# It's Sunday what Schwinns did we find this week??? 8-10-14



## vintage2wheel (Aug 10, 2014)

It's Sunday what prewar/vintage Schwinn bikes-parts-history did we find this week???



Post some pics and tell us the story behind the find!!!


----------



## npence (Aug 10, 2014)

Bought this one today is all original paint from original owner




Also found these gems


----------



## Madness7 (Aug 10, 2014)

I found this 55/56 Schwinn Tiger three speed (I have to check the serial number, but hub says 55). I bought it from the original owner. He sold greeting cards to earn the money to pay for it himself. He repainted it a number of years later because the red paint had faded so much. He still had the original seat and head badge. Also has a 67/68 license plate. A jeweled rim shiner was on the front rim. And he also had this schwinn approved tire gauge, which all was included. I'm planning on keeping this one in my family too, like he did for so many years. Feels good to be the second owner of a bicycle this old.

y


----------



## WES PINCHOT (Aug 10, 2014)

*Npence*

Real nice B6!


----------



## Freqman1 (Aug 10, 2014)

npence said:


> Bought this one today is all original paint from original owner




Love the B6. What year is it? V/r Shawn


----------



## npence (Aug 10, 2014)

I haven't checked but was told 52


----------



## onecatahula (Aug 10, 2014)

*41 Autocycle*

Found this all Original Paint '41 Cobalt Autocycle buried in the dusty attic of an old quonset hut in far northern Idaho.  I determined not to leave that suffocating 100 degree quonset hut with out that bike ! !  It had exerciser pedals and some other choice enhancements !  Finally pried it out of the dude's boney fingers, strapped that beauty on the rental van and drove her home . . . 19 hours . . through the Nasty Southern Oregon/ Northern California fires and too much fast food :-/





. . . through Crater lake . . . 





. . pit stop . .





. . . In the hotel room with my Honey . . .  Never   Take  Your   Eye   Off   The   Bike ! ! !

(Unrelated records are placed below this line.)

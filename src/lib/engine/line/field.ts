/**
 * The field along a straight line from an anchor on the equator of one body, in the co-rotating frame.
 * r from the body's centre, m. Inward acceleration g(r) = GM/r² − ω²r, and a potential U with dU/dr = g.
 * With J2 (equator): g += (3/2) J2 GM R²/r⁴. Left out: higher harmonics, other bodies, the air.
 */
import type { Body } from './bodies';

export type Field = {
	/** Radius of the anchor, m. */
	base: number;
	/** Balance (synchronous) radius, m: g is zero there. */
	synchronous: number;
	/** Inward acceleration, m/s². */
	g: (r: number) => number;
	/** U(b) − U(a), J/kg, with (b − a) factored out so that near radii lose no digits. */
	rise: (a: number, b: number) => number;
};

export function bodyField(body: Body, { withJ2 = false } = {}): Field {
	const gm = body.gm.value;
	const base = body.radius.value;
	const omega2 = body.rate.value ** 2;
	const oblate = withJ2 && body.j2 ? body.j2.value * gm * base ** 2 : 0;
	const g = (r: number) => gm / r ** 2 - omega2 * r + (1.5 * oblate) / r ** 4;
	const rise = (a: number, b: number) =>
		(b - a) *
		(gm / (a * b) -
			(omega2 * (a + b)) / 2 +
			(0.5 * oblate * (a * a + a * b + b * b)) / (a * b) ** 3);
	return { base, synchronous: balance(gm, omega2, oblate), g, rise };
}

/** g(r) = 0: the cube root without J2, from there a few steps of Newton on r³ = (GM + (3/2) J2 GM R²/r²)/ω². */
function balance(gm: number, omega2: number, oblate: number): number {
	let r = Math.cbrt(gm / omega2);
	if (oblate === 0) return r;
	for (let i = 0; i < 20; i += 1) {
		const value = gm / r ** 2 - omega2 * r + (1.5 * oblate) / r ** 4;
		const slope = (-2 * gm) / r ** 3 - omega2 - (6 * oblate) / r ** 5;
		const step = value / slope;
		r -= step;
		if (Math.abs(step) < r * 1e-15) break;
	}
	return r;
}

. . and finally home in San Geronimo, all cleaned up ! !

















I think she's my favorite bike.
Thanks to Mark Mann for talking me through it !
Lookin for an original brake cable and lever, and an AN4 key . . 
Thanks, 
Pete


----------



## WES PINCHOT (Aug 10, 2014)

*1941 autocycle*

Great find!


----------



## vincev (Aug 10, 2014)

Great finds !!


----------



## Pantmaker (Aug 10, 2014)

*Few cool bikes*

I found a cool black Corvette that needs a little cleaning and the seller threw this crusty Spitfire that belonged to his father into the mix. Also found this black American that has been hanging in the sellers garage "forever". Its a real gem two speed kickback. It sounded strange, but he said he bought it from a Schwinn dealer that was in Peoria who ran his shop out of his home because he was in a wheelchair.


----------



## rollfaster (Aug 11, 2014)

*Wow!!!*



onecatahula said:


> Found this all Original Paint '41 Cobalt Autocycle buried in the dusty attic of an old quonset hut in far northern Idaho.  I determined not to leave that suffocating 100 degree quonset hut with out that bike ! !  It had exerciser pedals and some other choice enhancements !  Finally pried it out of the dude's boney fingers, strapped that beauty on the rental van and drove her home . . . 19 hours . . through the Nasty Southern Oregon/ Northern California fires and too much fast food :-/
> 
> 
> 
> ...



That's beautiful. Congrads on a great find. Rob.


----------



## ReneeN (Aug 11, 2014)

*'49 and '64*

The '49 belongs to my father and my husband is the proud new owner of the '64 Wasp.


----------



## mruiz (Aug 12, 2014)

*Red Jag*

I found a 57 Jaguar missing the tank and rear rack, but has the front aluminum Mayweg tag still on it.
I don't have space for it so it has to find a new owner.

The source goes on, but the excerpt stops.